Por Euclides da Cunha (1902)

Esta por sua vez, de perto, perde parte do encanto. Parece diminuir de altitude. Sem mais o perfil regular que assume a distancia, tem, revestindo-lhe as encostas, uma flora de vivacidade inexplicável, arraigada na pedra, brotando pelas frinchas dos estratos e vivendo apenas das reações maravilhosas da luz. As capelinhas, tão brancas de longe, por sua vez aparecem exíguas e descuradas. E a estrada ciclópica de muros laterais, de alvenaria, a desabarem em certos trechos, cheia de degraus fendidos, tortuosa, lembra uma enorme escadaria em ruínas. O povoado triste e de todo decadente reflete o mesmo abandono, traindo os desalentos de uma raça que morre, desconhecida à historia, entre paredes de taipa. Nada recorda o encanto clássico das aldeias. As casas baixas, unidas umas contra as outras, feitas à feição dos acidentes do solo, tem todas a mesma forma — tetos deprimidos sobre quatro muros de barro — gizadas todas por esse estilo brutalmente chato a que tanto se afeiçoavam os primitivos colonizadores. Algumas devem ter cem anos. As mais novas, copiando-lhes, linha a linha, os contornos desgraciosos, por sua vez nascem velhas.

Deste modo, Monte Santo surge desgracioso dentro de uma natureza que Ihe cria em roda — como um parêntesis naquele sertão aspérrimo — situação aprazível e ridente.

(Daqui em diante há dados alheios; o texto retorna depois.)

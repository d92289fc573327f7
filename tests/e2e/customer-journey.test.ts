import { randomUUID } from "node:crypto";
import sharp from "sharp";
import type { Browser, Page } from "playwright-core";
import { afterAll, beforeAll, describe, expect, it } from "vitest";
import { DEMO, signedIn } from "../support/accounts";
import { launchBrowser, newContext, snap } from "../support/browser";
import { sql } from "../support/db";
import { firstLink, waitForMail } from "../support/mail";

let browser: Browser;
beforeAll(async () => {
  browser = await launchBrowser();
});
afterAll(async () => {
  await browser?.close();
});

// Photos large enough that each upload's progress bar is on screen for a moment.
async function photo(color: string): Promise<Buffer> {
  const noise = await sharp({
    create: { width: 1600, height: 1200, channels: 3, background: "#000000", noise: { type: "gaussian", mean: 128, sigma: 60 } },
  })
    .png()
    .toBuffer();
  return sharp({ create: { width: 1600, height: 1200, channels: 3, background: color } })
    .composite([{ input: noise, blend: "overlay" }])
    .jpeg({ quality: 95 })
    .toBuffer();
}

async function text(page: Page, testId: string): Promise<string> {
  return (await page.getByTestId(testId).textContent())?.trim() ?? "";
}

describe("a set owner's journey", () => {
  it("signs up, requests a quote with three photos, approves the estimate, pays the deposit and gets the receipt", async () => {
    const email = `journey-${randomUUID().slice(0, 8)}@example.com`;
    const context = await newContext(browser);
    const page = await context.newPage();

    // 1. Sign up and confirm the address.
    await page.goto("/sign-up");
    await page.getByLabel("Your name").fill("Ada Journey");
    await page.getByLabel("E-mail").fill(email);
    await page.getByLabel("Password").fill("crystal-set-1931");
    await page.getByRole("button", { name: "Create account" }).click();
    await expect.poll(() => page.getByText("Check your e-mail").count()).toBe(1);
    await page.goto(firstLink(await waitForMail(email, "Confirm your e-mail"), "verify-email"));
    await page.waitForURL(/\/portal/);
    await snap(page, "journey-01-signed-up");

    // 2. The quote request, with three photos.
    await page.getByRole("link", { name: "Request a quote" }).first().click();
    await page.waitForURL(/\/portal\/request/);
    await page.getByLabel("Maker").fill("Aurelian");
    await page.getByLabel("Model").fill("5T-48");
    await page.getByLabel("Year (if you know it)").fill("1948");
    await page.getByLabel(/Tube set without a mains transformer/).check();
    await page.getByLabel(/Medium wave/).check();
    await page.getByLabel("What does it do, or not do?").fill("It hums loudly, then goes quiet after a minute. The dial lamp works.");
    await page.getByLabel("Briefly, to see if it works").check();
    await page.locator("#photos").setInputFiles([
      { name: "front.jpg", mimeType: "image/jpeg", buffer: await photo("#9c3d1c") },
      { name: "back.jpg", mimeType: "image/jpeg", buffer: await photo("#5b3a29") },
      { name: "chassis.jpg", mimeType: "image/jpeg", buffer: await photo("#8a6a22") },
    ]);
    await expect.poll(() => page.locator("li[data-status]").count()).toBe(3);
    await snap(page, "journey-02-photos-uploading");
    await expect.poll(() => page.locator('li[data-status="done"]').count(), { timeout: 60_000 }).toBe(3);
    await snap(page, "journey-03-photos-uploaded");

    // Submitting without the cautions acknowledged is refused beside the box.
    await page.getByRole("button", { name: "Send my quote request" }).click();
    await expect.poll(() => page.getByText("Cautions: please read them and tick the box.").count()).toBe(1);
    await page.getByLabel(/I have read these cautions/).check();
    await snap(page, "journey-04-cautions");
    await page.getByRole("button", { name: "Send my quote request" }).click();
    await page.waitForURL(/\/portal\/jobs\/[0-9a-f-]{36}\?new=1/);
    const jobId = /\/portal\/jobs\/([0-9a-f-]{36})/.exec(page.url())![1]!;
    await expect.poll(() => page.getByText("Your request is with the shop").count()).toBe(1);
    await expect.poll(() => page.getByRole("img", { name: /Photo: / }).count()).toBe(3);
    // The thumbnails are served (re-encoded) to their owner.
    await expect
      .poll(() =>
        page
          .locator('img[alt^="Photo: "]')
          .evaluateAll((imgs) => imgs.every((i) => (i as HTMLImageElement).complete && (i as HTMLImageElement).naturalWidth > 0)),
      )
      .toBe(true);
    await snap(page, "journey-05-request-sent");
    await waitForMail(email, "We received your quote request");

    // 3. A technician triages, corrects the profile and sends the estimate through the bench API.
    const tech = await signedIn(DEMO.tech);
    expect((await tech.post(`/api/bench/jobs/${jobId}/triage`, {})).status).toBe(200);
    const profile = await tech.request(`/api/bench/jobs/${jobId}/profile`, {
      method: "PUT",
      json: {
        maker: "Aurelian",
        model: "5T-48",
        year: 1948,
        profile: {
          kind: "tube-acdc",
          bands: [{ kind: "MW", lowKHz: 540, highKHz: 1600, ifKHz: 455 }],
          electrolytics: 3,
          paperCapacitors: 9,
          tubes: 5,
          mainsVolts: 120,
          lineCordWorn: true,
        },
      },
    });
    expect(profile.status).toBe(200);
    const draft = (await (await tech.get(`/api/bench/jobs/${jobId}/estimate`)).json()) as { version: number; lines: unknown[] };
    expect(draft.lines.length).toBeGreaterThan(0);
    const saved = await tech.request(`/api/bench/jobs/${jobId}/estimate`, {
      method: "PUT",
      json: { version: draft.version, lines: draft.lines },
    });
    expect(saved.status).toBe(200);
    const { version } = (await saved.json()) as { version: number };
    expect((await tech.post(`/api/bench/jobs/${jobId}/estimate/send`, { version })).status).toBe(200);
    await waitForMail(email, /estimate/i);

    // 4. The owner reads and approves the estimate.
    await page.goto(`/portal/jobs/${jobId}`);
    await expect.poll(() => page.getByRole("heading", { name: "Estimate", exact: true }).count()).toBe(1);
    await expect.poll(() => page.getByRole("heading", { name: "Safety" }).count()).toBe(1);
    await expect.poll(() => page.getByText(/^Why: /).count()).toBeGreaterThan(0);
    await expect.poll(() => page.getByRole("heading", { name: "What the warranty will cover" }).count()).toBe(1);
    // The certificate is issued when the set is returned (the completion step), so the estimate cannot speak
    // of "this certificate": it names the certificate to come.
    expect(await page.locator("main").innerText()).not.toMatch(/this certificate/i);
    expect(await page.locator("main").innerText()).toMatch(/certificate you receive with the set/);
    const deposit = await text(page, "estimate-deposit");
    expect(deposit).toMatch(/^\$\d+\.\d{2}$/);
    await snap(page, "journey-06-estimate");
    await page.getByRole("button", { name: /Approve this estimate/ }).click();
    await expect.poll(() => page.getByRole("button", { name: `Pay the deposit of ${deposit}` }).count()).toBe(1);
    await snap(page, "journey-07-approved");

    // 5. The deposit, on the payment stand-in's page.
    await page.getByRole("button", { name: `Pay the deposit of ${deposit}` }).click();
    await page.waitForURL(/\/checkout\/cs_/);
    await expect.poll(() => page.getByText(deposit.replace("$", "")).count()).toBeGreaterThan(0);
    await snap(page, "journey-08-checkout");
    await page.getByRole("button", { name: "Pay with test card (declined)" }).click();
    await expect.poll(() => page.getByText("Your card was declined").count()).toBe(1);
    await snap(page, "journey-09-declined");
    await page.getByRole("button", { name: "Pay with test card (succeeds)" }).click();
    await page.waitForURL(/\/portal\/jobs\/[0-9a-f-]{36}\/payment\?session_id=cs_/);
    await snap(page, "journey-10-confirming");
    await expect.poll(() => page.getByText("Deposit received — thank you").count(), { timeout: 30_000 }).toBe(1);
    await snap(page, "journey-11-confirmed");

    // 6. The job shows the deposit as paid, and the receipt is in the mailbox.
    await page.getByRole("link", { name: "Back to my job" }).click();
    await expect.poll(() => page.getByTestId("payment-deposit").textContent()).toMatch(/Paid/);
    expect(await text(page, "job-state")).toContain("Deposit received");
    await snap(page, "journey-12-deposit-paid");
    const receipt = await waitForMail(email, "Deposit received");
    expect(receipt.text).toContain(deposit);
    await page.goto(`/mailbox?to=${encodeURIComponent(email)}`);
    await expect.poll(() => page.getByText(/Deposit received for KL-/).count()).toBeGreaterThan(0);
    await snap(page, "journey-13-mailbox-receipt");

    const [row] = await sql<{ state: string; paid: string }>(
      "select j.state, (select count(*) from payment p where p.job_id = j.id and p.status = 'paid') as paid from job j where j.id = $1",
      [jobId],
    );
    expect(row).toEqual({ state: "deposit_paid", paid: "1" });
    await context.close();
  });
});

A campanha incipiente ia agravar o seu aspecto. Menos que arraial obscuro, transformá-lo-ia em grandíssimo quartel acaçapado, envolto de casernas.

TRIUNFOS ANTECIPADOS

Ali acantonaram as 543 praças, 14 oficiais combatentes e 3 médicos — toda a "primeira expedição regular" contra Canudos. Era uma massa heterogênea de três cascos de batalhões, o 9.°, o 26.° e o 33.°, tendo, adidas, duzentas e tantas praças de policia e pequena divisão de artilharia, dois canhões Krupp 7 ½ e duas metralhadoras Nordenfeldt.

Menos de uma brigada, pouco mais de um batalhão completo.

Entretanto, afinados pelo otimismo oficial, as autoridades receberam os lutadores em triunfo, antes da batalha. Engalanou-se o vilarejo pobre, transfigurando-se, ataviado de bandeiras e ramagens, com o ornamento supletivo dos vivos fortes das fardas e irradiação das armas.

E fez-se um dia de festa. A missão mais concorrida, a mais animada feira, jamais tiveram tanto brilho. Tudo aquilo era uma novidade estupenda. Ao chegarem da rota fatigante, rompendo, surpreendidos, pelas ruas cheias de combatentes, os vaqueiros amarravam o "campeão" à sombra do tamarineiro, na praça, e iam quedar-se, longo tempo, contemplando as "peças" em que tanto ouviam falar e nunca haviam visto, capazes de esboroar montanhas e abalar com um só tiro, mais forte que o de mil "roqueiras", o sertão inteiro. E aqueles titãs, enrijados pelos climas duros, estremeciam dentro das armaduras de couro considerando as armas portentosas da civilização.

Galgavam, muitos, logo, os lombilhos retovados e largavam, transidos de susto, da vila, demandando a caatinga. Alguns volviam a toda a brida para o norte, tocando para Canudos. Ninguém os percebia. Na alacridade dos festejos, não se distinguiam os emissários solertes de Antônio Conselheiro — espiando, observando, indagando, contando o numero de praças, examinando todo o trem de guerra e desaparecendo depois, rápidos, precipitando-se para a aldeia sagrada.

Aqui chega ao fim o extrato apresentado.